HANet: A Hierarchical Attention Network for Change Detection With Bitemporal Very-High-Resolution Remote Sensing Images
This work addresses a specific bottleneck in remote sensing change detection, offering incremental improvements for applications like environmental monitoring.
The paper tackles the problem of class imbalance between changed and unchanged pixels in change detection with remote sensing images, proposing a progressive foreground-balanced sampling strategy and a hierarchical attention network (HANet) that achieves improved detection performance, as validated on two datasets with extremely unbalanced labels.
Benefiting from the developments in deep learning technology, deep-learning-based algorithms employing automatic feature extraction have achieved remarkable performance on the change detection (CD) task.
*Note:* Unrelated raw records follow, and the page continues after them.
using System;
using System.Text.RegularExpressions;
using Microsoft.CodeAnalysis;
using Microsoft.CodeAnalysis.Testing;
using Phaseward.Checking;

namespace Phaseward.Analyzers.Tests.Elaboration;

/// <summary>
/// The design the elaboration sweeps vary: the statements under test run first and may change <c>count</c> (3), then
/// <c>count</c> inverters named s0, s1, ... are chained. A construct read wrongly or silently shows in the devices.
/// </summary>
internal static class InverterChainDesign
{
    public static string Source(string designNamespace, string declarations, string members, string statements) => $$"""
        using Phaseward;

        namespace {{designNamespace}}
        {
            {{declarations}}

            public sealed class D : Design
            {
                {{members}}

                protected override void Describe(Circuit c)
                {
                    var count = 3;
                    {{statements}}
                    var x = c.Input("x");
                    for (var i = 0; i < count; i++)
                        x = c.Inverter(x, "s" + i);
                    c.Output("y", x);
                }
            }
        }
        """;

    /// <summary>The source without its {|#n: ... |} diagnostic markup (for run-time compilation and parity).</summary>
    public static string WithoutMarkup(string marked) => Regex.Replace(marked, @"\{\|#\d:|\|\}", "");

    /// <summary>PW9001 at markup <paramref name="location"/> of the design D: what is not elaborated, and why.</summary>
    public static DiagnosticResult NotElaborated(int location, string what, string why)
        => new DiagnosticResult(RuleCatalog.NotElaborated.Id, DiagnosticSeverity.Warning).WithLocation(location).WithArguments(what, why, "D");

    /// <summary>Nothing that depends on the construct under test is made: something is reported, and no stage at all.</summary>
    public static void AssertNoStage(string marked, string designNamespace)
    {
        var result = new InMemoryDesigns(("/" + designNamespace.ToLowerInvariant() + "/D.cs", WithoutMarkup(marked))).CompileTime(designNamespace + ".D");
        Assert.True(result.Issues.Count > 0);
        Assert.DoesNotContain(result.Netlist!.Devices, d => d.Name.StartsWith("s", StringComparison.Ordinal));
    }
}
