using System.Linq;
using System.Threading.Tasks;
using Microsoft.CodeAnalysis;
using Microsoft.CodeAnalysis.Testing;
using Phaseward.Analyzers.Elaboration;
using Phaseward.Analyzers.Tests.Verifiers;
using Phaseward.Checking;

namespace Phaseward.Analyzers.Tests.Elaboration;

/// <summary>
/// PW9002 for allocations past the memory budget: refused at the allocation, before anything is allocated, and the
/// rest of the design elaborated so far is still checked.
/// </summary>
public class MemoryBudgetTests
{
    [Fact]
    public Task AHugeArrayIsRefusedAtItsAllocation()
        => new PhasewardAnalyzerTest<ElaborationAnalyzer>("""
            using Phaseward;

            public sealed class Hoarder : Design
            {
                protected override void Describe(Circuit c)
                {
                    c.Inverter(c.Input("a"), "before");
                    var nets = {|#0:new Net[int.MaxValue / 2]|};
                    c.Inverter(nets[0], "after");
                }
            }
            """,
            new DiagnosticResult(RuleCatalog.ElaborationBudgetExceeded.Id, DiagnosticSeverity.Warning).WithLocation(0)
                .WithArguments("Hoarder", "the memory budget of 268435456 bytes (arrays, strings and collections the design's code makes; phaseward.elaboration_memory_budget) would be exceeded by 8589934584 more"))
            .RunAsync();

    [Fact]
    public Task TheBudgetIsConfigured()
        => new PhasewardAnalyzerTest<ElaborationAnalyzer>("""
            using Phaseward;

            public sealed class Names : Design
            {
                protected override void Describe(Circuit c)
                {
                    var pad = {|#0:new string('x', 600)|};
                    c.Inverter(c.Input("a"), pad);
                }
            }
            """,
            new DiagnosticResult(RuleCatalog.ElaborationBudgetExceeded.Id, DiagnosticSeverity.Warning).WithLocation(0)
                .WithArguments("Names", "the memory budget of 1000 bytes (arrays, strings and collections the design's code makes; phaseward.elaboration_memory_budget) would be exceeded by 1200 more"))
            .WithEditorConfig("phaseward.elaboration_memory_budget = 1_000")
            .RunAsync();

    [Theory]
    [InlineData("new System.Collections.Generic.List<Net>(int.MaxValue)")]
    [InlineData("new string('x', int.MaxValue).Length")]
    [InlineData("\"\".PadLeft(int.MaxValue)")]
    [InlineData("new System.Text.StringBuilder().Append('x', int.MaxValue)")]
    [InlineData("System.Linq.Enumerable.Range(0, int.MaxValue).ToArray()")]
    [InlineData("System.Linq.Enumerable.Repeat(1, int.MaxValue).ToList()")]
    [InlineData("DoubleUp()")]
    public void EveryWayOfAskingForHugeMemoryStopsWithPW9002(string allocation)
    {
        var designs = new InMemoryDesigns(("/src/Greedy.cs", $$"""
            using System.Linq;
            using Phaseward;

            public sealed class Greedy : Design
            {
                protected override void Describe(Circuit c)
                {
                    c.Inverter(c.Input("a"), "before");
                    var big = {{allocation}};
                    c.Inverter(c.Input("b"), "after" + big);
                }

                private static string DoubleUp()
                {
                    var s = "x";
                    for (var i = 0; i < 40; i++)
                        s += s;
                    return s;
                }
            }
            """));
        var result = designs.CompileTime("Greedy");
        var issue = Assert.Single(result.Issues);
        Assert.Equal(RuleCatalog.ElaborationBudgetExceeded.Id, issue.RuleId);
        Assert.Equal(new[] { "before" }, result.Netlist!.Devices.Select(d => d.Name));
    }
}
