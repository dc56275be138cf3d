using System.Threading.Tasks;
using Microsoft.CodeAnalysis;
using Microsoft.CodeAnalysis.Testing;
using Phaseward.Analyzers.Tests.Verifiers;
using Phaseward.Checking;

namespace Phaseward.Analyzers.Tests.Elaboration;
However, the performance of existing deep-learning-based CD methods is hindered by the imbalance between changed and unchanged pixels. To tackle this problem, a progressive foreground-balanced sampling strategy on the basis of not adding change information is proposed in this article to help the model accurately learn the features of the changed pixels during the early training process and thereby improve detection performance.Furthermore, we design a discriminative Siamese network, hierarchical attention network (HANet), which can integrate multiscale features and refine detailed features. The main part of HANet is the HAN module, which is a lightweight and effective self-attention mechanism. Extensive experiments and ablation studies on two CDdatasets with extremely unbalanced labels validate the effectiveness and efficiency of the proposed method.